Recent advances in video generation produce visually realistic content, yet the absence of synchronized audio severely compromises immersion. To address key challenges in video-to-audio generation, including multimodal data scarcity, modality imbalance and limited audio quality in existing methods, we propose HunyuanVideo-Foley, an end-to-end text-video-to-audio framework that synthesizes high-fidelity audio precisely aligned with visual dynamics and semantic context.
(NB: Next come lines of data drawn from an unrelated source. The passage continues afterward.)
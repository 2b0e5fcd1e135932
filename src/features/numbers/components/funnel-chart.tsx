import { Area, CartesianGrid, ComposedChart, Line, ReferenceLine, ResponsiveContainer, Scatter, XAxis, YAxis } from 'recharts';
import type { FunnelView } from '#shared/contracts/numbers.ts';
import { number } from '#shared/text/en/formats.ts';
import { wording } from '#shared/text/en/numbers.ts';

interface Dot {
  cx?: number;
  cy?: number;
  payload?: { lane: number; position: FunnelView['lanes'][number]['position'] };
}

/** A lane: a quiet dot inside the band; its number in a ring or a filled disc outside. */
function LaneDot({ cx = 0, cy = 0, payload }: Dot) {
  if (!payload || payload.position === 'inside') return <circle cx={cx} cy={cy} r={4.5} fill="var(--ink)" opacity={0.55} />;
  const far = payload.position === 'above-outer';
  const high = payload.position === 'above-inner';
  return (
    <g>
      <circle cx={cx} cy={cy} r={12} fill={far ? 'var(--red)' : high ? 'var(--amber-fill)' : 'var(--paper)'} stroke={far || high ? 'none' : 'var(--ink)'} strokeWidth={2} />
      <text x={cx} y={cy + 4.5} textAnchor="middle" fontSize={13} fontWeight={760} fill={far ? 'var(--on-red)' : high ? 'var(--on-amber)' : 'var(--ink)'}>
        {payload.lane}
      </text>
    </g>
  );
}

/** Round numbers of frames within a span: every so many thousand, at most eight. */
function thousands(from: number, to: number): number[] {
  const step = [500, 1000, 2000, 5000, 10_000, 20_000].find((s) => (to - from) / s <= 8) ?? 50_000;
  const first = Math.ceil(from / step) * step;
  return Array.from({ length: Math.max(0, Math.floor((to - first) / step) + 1) }, (_, i) => first + i * step);
}

const halves = (top: number): number[] => Array.from({ length: Math.round(top * 2) + 1 }, (_, i) => i / 2).filter((v) => top <= 4 || Number.isInteger(v));

const axis = { stroke: 'var(--rule)', tick: { fill: 'var(--dim)', fontSize: 13 } };

/** Lanes by frames and rate, over the band that chance allows. */
export function FunnelChart({ data }: { data: FunnelView }) {
  const limits = data.limits.map((l) => ({ frames: l.frames, band: [l.low95, l.high95], low998: l.low998, high998: l.high998 }));
  const lanes = data.lanes.filter((l) => l.perThousand !== null).sort((a, b) => Number(a.position !== 'inside') - Number(b.position !== 'inside'));
  const top = Math.ceil(Math.max(...limits.map((l) => l.high998), ...lanes.map((l) => l.perThousand ?? 0)) * 2) / 2;
  const frames = thousands(Math.min(...limits.map((l) => l.frames)), Math.max(...limits.map((l) => l.frames)));
  return (
    <figure role="img" aria-label={wording.funnelLabel(data.finding)} className="m-0 h-[min(56vh,34rem)] min-h-72 w-full">
      <ResponsiveContainer width="100%" height="100%">
        <ComposedChart margin={{ top: 12, right: 20, bottom: 34, left: 8 }} accessibilityLayer={false}>
          <CartesianGrid vertical={false} stroke="var(--rule)" />
          <XAxis type="number" dataKey="frames" domain={['dataMin', 'dataMax']} ticks={frames} tickFormatter={(v: number) => number(v)} {...axis} label={{ value: wording.axisFrames, position: 'bottom', offset: 12, fill: 'var(--dim)', fontSize: 13 }} />
          <YAxis type="number" domain={[0, top]} ticks={halves(top)} width={34} {...axis} />
          <Area data={limits} dataKey="band" stroke="none" fill="var(--pine)" fillOpacity={0.42} isAnimationActive={false} activeDot={false} />
          <Line data={limits} dataKey="high998" stroke="var(--amber)" strokeDasharray="6 5" dot={false} isAnimationActive={false} activeDot={false} />
          <Line data={limits} dataKey="low998" stroke="var(--amber)" strokeDasharray="6 5" dot={false} isAnimationActive={false} activeDot={false} />
          {data.overall ? <ReferenceLine y={data.overall.perThousand} stroke="var(--ink)" strokeWidth={2} /> : null}
          <Scatter data={lanes} dataKey="perThousand" shape={<LaneDot />} isAnimationActive={false} />
        </ComposedChart>
      </ResponsiveContainer>
    </figure>
  );
}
Our approach incorporates three core innovations: (1) a scalable data pipeline curating 100k-hour multimodal datasets through automated annotation; (2) a representation alignment strategy using self-supervised audio features to guide latent diffusion training, efficiently improving audio quality and generation stability; (3) a novel multimodal diffusion transformer resolving modal competition, containing dual-stream audio-video fusion through joint attention, and textual semantic injection via cross-attention. Comprehensive evaluations demonstrate that HunyuanVideo-Foley achieves new state-of-the-art performance across audio fidelity, visual-semantic alignment, temporal alignment and distribution matching. The demo page is available at: https://szczesnys.github.io/hunyuanvideo-foley/.

Paper Structure

This paper contains 36 sections, 6 equations, 5 figures, 7 tables.

Figures (5)

  • Figure 1: Data pipeline for filtering video-audio data. The workflow illustrates the processing steps from the raw video database to the filtered video-audio database.
  • Figure 2: Overview of the HunyuanVideo-Foley model architecture. The proposed model integrates encoded text (CLAP), visual (SigLIP-2), and audio (DAC-VAE) inputs through a hybrid framework with $N_1$ multimodal transformer blocks followed by $N_2$ unimodal transformer blocks. The hybrid transformer blocks are modulated and gated with synchronization features and timestep embeddings. A pre-trained ATST-Frame is used to compute REPA loss with latnet representations from a unimodal transformer block. The generated audio latent are decoded into audio waveforms by the DAC-VAE decoder.
  • Figure 3: Radar Chart of Video-to-Audio Evaluation. It contains the results on three evaluation set: Kling-Audio-Eval, VGGSound-Test, and MovieGen-Audio-Bench, demonstrating that HunyuanVideo-Foley achieves comprehensive superiority.
  • Figure 4: Left: The video sequence illustrates a walking scenario on icy surfaces, where our proposed method achieves precise temporal alignment for both the initiation/termination timing and the duration of each step. Right: Spectral analysis confirms accurate synchronization with the temporal characteristics of human movements in the skateboarding scenario.
  • Figure 5: Left: In the ice hockey scenario involving rapid rhythmic auditory cues, our spectral analysis demonstrates robust performance in detecting subtle motion variations synchronized with the sound patterns. Right: Our method preserves the full spectral representation in complex skiing scenario where motion-sound alignment is less distinct, with no discernible degradation of high-frequency components in the spectrogram.